Have you ever wondered how large your containers are and can we make them smaller in size up to several factors? You might argue what’s the big deal in doing so. Let’s find out.
This article is focused on discussing the advantages in reducing the container size and what are the possible ways in reducing it.
One of the main concerns for container size increase is that we use the default base docker images. This not only makes containers large but also it can potentially duplicate dependencies both in the container image as well as in the application (If the application installs them locally).
Another reason for this is if we use the build tools within the container, of the running application. This increases the size of the container and installs dependencies that might not be needed for the application to runtime. Some of these container images could be reduced by several factors if you are really concerned on its size.
Using Alpine Linux as the base image makes the containers smaller than most distribution base images (~5MB), which leads to smaller image sizes in general. Starting with a slimmer base image like Alpine and build the base image you want with the required dependencies only, makes the application container both minimal in size and having the dependencies under your radar.

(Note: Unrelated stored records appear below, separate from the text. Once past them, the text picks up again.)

"""The scene that the page plays: parts of the lift, chosen moments, marks on the time line."""

from __future__ import annotations

from typing import Any

import numpy as np

from chainsim.report.moments import is_lost, loss_time, marks
from chainsim.report.parts import (
    carrier_parts,
    held_seat,
    n_slots,
    sampled,
    scalar,
    sprocket_parts,
    standing_parts,
    usual_tension,
    view_box,
)
from chainsim.report.playback import (
    MAX_BASE64,
    MAX_RATE,
    Channel,
    chosen_samples,
    packed_angle,
    packed_counts,
    packed_range,
    squeezed,
)
from chainsim.report.style import TENSION_COLORS, TENSION_WIDTHS, tension_edges


def _readouts(rec: Any, samples: np.ndarray) -> tuple[list[dict], np.ndarray]:
    """Return what stands beside the motion: captions, and values of shape (frames, k)."""
    speed = np.linalg.norm(sampled(rec, "pins/velocity", samples), axis=-1).mean(axis=-1)
    columns = [speed, np.nanmax(sampled(rec, "links/tension", samples), axis=-1)]
    captions = [
        {"label": "Mean chain speed", "unit": "m/s", "factor": 1.0, "digits": 3},
        {"label": "Highest link tension", "unit": "N", "factor": 1.0, "digits": 2},
    ]
    for index, sprocket in enumerate(rec.scenario.sprocket):
        if sprocket.mount.kind in ("fixed", "screwed") or "mounts/travel" not in rec:
            continue
        columns.append(sampled(rec, "mounts/travel", samples)[:, index])
        label = f"Take-up travel, {sprocket.name}"
        captions.append({"label": label, "unit": "mm", "factor": 1e3, "digits": 2})
    return captions, np.nan_to_num(np.stack(columns, axis=1).astype(float))


def _motion_channels(rec: Any, samples: np.ndarray, box: tuple[float, ...]) -> list[Channel]:
    """Pack everything that moves at the chosen samples."""
    margin = 0.5 * max(box[2] - box[0], box[3] - box[1])
    low = np.array([box[0] - margin, box[1] - margin])
    high = np.array([box[2] + margin, box[3] + margin])
    tension = sampled(rec, "links/tension", samples)
    ends = np.array([[min(float(np.nanmin(tension)), -1e-3)], [float(np.nanmax(tension)) + 1e-3]])
    channels = [
        packed_range("pins", flat(rec, "pins/position", samples), low, high),
        packed_range("tension", tension, *ends),
        packed_range("centers", flat(rec, "sprockets/center", samples), low, high),
        packed_angle("angles", sampled(rec, "sprockets/angle", samples)),
    ]
    _, values = _readouts(rec, samples)
    channels.append(packed_range("readouts", values, values.min(axis=0), values.max(axis=0)))
    if "mounts/weight" in rec:
        drop = np.nan_to_num(sampled(rec, "mounts/weight", samples))
        channels.append(packed_range("weights", drop, drop.min(axis=0), drop.max(axis=0)))
    if held_seat(rec):
        loaded = sampled(rec, "carriers/loaded", samples).astype(int)
        channels.append(packed_counts("loaded", loaded))
    if n_slots(rec):
        position = flat(rec, "balls/position", samples)
        channels += [
            packed_range("balls", position, low, high),
            packed_angle("ball_angle", sampled(rec, "balls/angle", samples)),
            packed_counts("ball_number", sampled(rec, "balls/number", samples)),
            packed_counts("ball_state", sampled(rec, "balls/state", samples)),
        ]
    return channels


def flat(rec: Any, name: str, samples: np.ndarray) -> np.ndarray:
    """Return a channel at some samples, a row each.

    Parameters
    ----------
    rec : Recording
        The run.
    name : str
        Path of the channel.
    samples : ndarray of int, shape (frames,)
        Sample numbers [dimensionless].

    Returns
    -------
    ndarray, shape (frames, series)
        In the unit of the channel.
    """
    return sampled(rec, name, samples).reshape(len(samples), -1)


def build_scene(rec: Any, findings: list) -> tuple[dict, str]:
    """Return the description of the scene and the packed motion.

    Parameters
    ----------
    rec : Recording
        The run.
    findings : list of Finding
        Its findings, for the marks.

    Returns
    -------
    scene : dict
        Of plain values, for JSON.
    frames : str
        The packed motion in base64.
    """
    found = marks(rec, findings)
    parts = sprocket_parts(rec)
    standing = standing_parts(rec)
    box = view_box(rec, parts, standing)
    rate = MAX_RATE
    while True:
        keep = [mark.time for mark in found]
        samples = chosen_samples(rec.time, keep, rate)
        channels = _motion_channels(rec, samples, box)
        frames = squeezed(channels)
        if len(frames) <= MAX_BASE64 or rate < 1.0:
            break
        rate *= min(0.8, 0.95 * MAX_BASE64 / len(frames))
    carriers, pockets = carrier_parts(rec)
    scene = {
        "time": np.round(rec.time[samples].astype(float), 6).tolist(),
        "rate": rate,
        "channels": [channel.described() for channel in channels],
        "pins": int(rec.read("pins/position", slice(0, 1)).shape[1]),
        "slots": n_slots(rec),
        "pitch": float(rec.scenario.chain.pitch),
        "roller": scalar(rec, "geometry/roller_radius"),
        "ball": 0.5 * rec.scenario.balls.diameter if rec.scenario.balls else 0.0,
        "sprockets": parts,
        "carriers": carriers,
        "held": held_seat(rec),
        "pockets": pockets,
        "standing": standing,
        "lost": {str(b.number): loss_time(rec, b) for b in rec.balls if is_lost(b.fate)},
        "tension": {
            "top": float(tension_edges(usual_tension(rec))[-1]),
            "colors": TENSION_COLORS,
            "widths": TENSION_WIDTHS,
        },
        "readouts": _readouts(rec, samples)[0],
        "marks": [{"time": m.time, "label": m.label, "target": m.target} for m in found],
        "view": [round(float(x), 6) for x in box],
        "mirror": getattr(rec.scenario, "view", "front") == "back",
    }
    return scene, frames
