// ---- controls ----
const whole = byId("canvas-whole");
const detail = byId("canvas-detail");
const playButton = byId("play");
const slider = byId("timeline");
const speed = byId("speed");
const closeUp = byId("closeup");
const readouts = byId("readouts");
const first = scene.time[0];
const last = scene.time[scene.time.length - 1];
let playing = false;
let target = null;
let clock = 0;

const seconds = (t) => t.toFixed(3) + " s";

function show() {
  const pins = [];
  for (let i = 0; i < nPins; i++) pins.push(pinAt(i));
  const place = targetPlace(pins);
  const counts = drawView(whole, scene.view, pins, place);
  drawView(detail, closeUpBox(pins, place), pins, place);
  slider.value = String(Math.round((now.time - first) * 1000));
  slider.setAttribute("aria-valuetext", seconds(now.time) + " of " + seconds(last));
  const lines = [["Time", seconds(now.time)]];
  scene.readouts.forEach((entry, k) => {
    lines.push([entry.label, (value("readouts", k) * entry.factor).toFixed(entry.digits).replace("-", "\u2212") + " " + entry.unit]);
  });
  if (scene.slots || scene.held) lines.push(["Balls seated", String(counts.aboard)]);
  lines.push(["Links that push", String(counts.pushing)]);
  lines.forEach((line, k) => {
    let row = readouts.children[k];
    if (!row) {
      row = document.createElement("div");
      row.append(document.createElement("dt"), document.createElement("dd"));
      readouts.append(row);
    }
    if (row.children[0].textContent !== line[0]) row.children[0].textContent = line[0];
    row.children[1].textContent = line[1];
  });
  player.dataset.time = now.time.toFixed(4);
}

function goTo(time) {
  now = moment(Math.min(Math.max(time, first), last));
  show();
}

function setPlaying(on) {
  playing = on;
  playButton.textContent = on ? "Pause" : "Play";
  if (on) {
    if (now.time >= last) goTo(first);
    clock = performance.now();
    requestAnimationFrame(advance);
  }
}

function advance(stamp) {
  if (!playing) return;
  const passed = Math.min(Math.max(stamp - clock, 0), 250) / 1000;
  clock = stamp;
  goTo(now.time + passed * Number(speed.value));
  if (now.time >= last) setPlaying(false);
  else requestAnimationFrame(advance);
}

function step(direction) {
  setPlaying(false);
  let frame = now.frame + direction;
  if (direction < 0 && now.share > 1e-6) frame = now.frame;
  frame = Math.min(Math.max(frame, 0), scene.time.length - 1);
  goTo(scene.time[frame]);
}

function jump(mark) {
  setPlaying(false);
  target = mark.target;
  if (target) closeUp.value = target.kind === "sprocket" ? String(target.index) : "mark";
  goTo(mark.time);
  status.textContent = "At " + seconds(mark.time) + ": " + mark.label;
}

function nextMark(direction) {
  const ahead = scene.marks.filter((m) => direction * (m.time - now.time) > 5e-4);
  if (ahead.length) jump(direction > 0 ? ahead[0] : ahead[ahead.length - 1]);
}

function changeSpeed(direction) {
  const chosen = speed.selectedIndex + direction;
  if (chosen >= 0 && chosen < speed.options.length) speed.selectedIndex = chosen;
}

const keys = {
  " ": () => setPlaying(!playing),
  k: () => setPlaying(!playing),
  ArrowLeft: () => step(-1),
  ArrowRight: () => step(1),
  Home: () => goTo(first),
  End: () => goTo(last),
  n: () => nextMark(1),
  b: () => nextMark(-1),
  "+": () => changeSpeed(1),
  "-": () => changeSpeed(-1),
};

function onKey(event) {
  if (event.ctrlKey || event.altKey || event.metaKey) return;
  const own = event.target.tagName;
  if (own === "SELECT") return;
  if (own === "BUTTON" && (event.key === " " || event.key === "Enter")) return;
  const act = keys[event.key];
  if (!act) return;
  event.preventDefault();
  act();
}

function connect() {
  playButton.addEventListener("click", () => setPlaying(!playing));
  byId("step-back").addEventListener("click", () => step(-1));
  byId("step-on").addEventListener("click", () => step(1));
  byId("to-start").addEventListener("click", () => { setPlaying(false); goTo(first); });
  slider.addEventListener("input", () => { setPlaying(false); goTo(first + Number(slider.value) / 1000); });
  closeUp.addEventListener("change", show);
  window.addEventListener("resize", show);
  player.addEventListener("keydown", onKey);
  for (const button of document.querySelectorAll("[data-mark]")) {
    button.addEventListener("click", () => {
      jump(scene.marks[Number(button.dataset.mark)]);
      player.scrollIntoView({ block: "start" });
    });
    button.disabled = false;
  }
  for (const control of player.querySelectorAll("button, input, select")) control.disabled = false;
}

unpack().then((channels) => {
  store = channels;
  connect();
  goTo(first);
  status.textContent = "Ready: " + scene.time.length + " recorded moments from " +
    seconds(first) + " to " + seconds(last) + ".";
  player.dataset.ready = "yes";
}, () => {
  status.textContent = "The motion could not be unpacked. The still drawings and plots below show the same run.";
});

In addition, when building the container images and compiling code, you can either use a different container or do the build process outside the running container and copy the compiled/interpreted code to the required directories of the application container. This way it is possible to keep the application container with minimum amounts of tools (Without requiring compilers & etc.).
You can theoretically use a feature rich container image as the base and remove the unwanted dependencies. However, this may cause many challenges specially when updating the image for newer versions for security and various updates where it can cause instability.
There are several advantages in reducing the size of the containers. Following sections discuss these advantages and overall it is important to keep these points in mind if you are building a container cluster.
Generally, using smaller container images comes with a lesser number of libraries inside. This reduces the attack surface to the container. In addition, when we are building images using this approach, we are more transparent whats happening inside.
When we look at the scan log of the container images in Docker Hub, it is evident that larger images are more frequently getting sick due to more software vulnerabilities.
Smaller containers, makes them moving much easier and faster. This improves the performance of the build and deployment processes since less container image data needs to be pulled to the running container cluster. In general, smaller containers are also efficient in utilizing mostly disk space and memory.
This is another advantage with small containers. When you use a Alpine based container image and install the dependencies to it, you are in full control in modifying them later since the configurations modified is known to your application. Since there are less dependencies and libraries installed, it also simplifies managing these libraries, keeping them up to date with operating system patches and etc.
Container size affects application life-cycle in many aspects. Making them small improves these containers in security, performance, efficiency, and maintainability of a containerized application. Although making the container sizes small is not a must, at least trying to build the application container using a minimal base image like Alpine greatly helps in understanding the details of individual container dependencies. This builds confidence for the developers over the software running inside for investigating potential issues as well as to optimize them in future.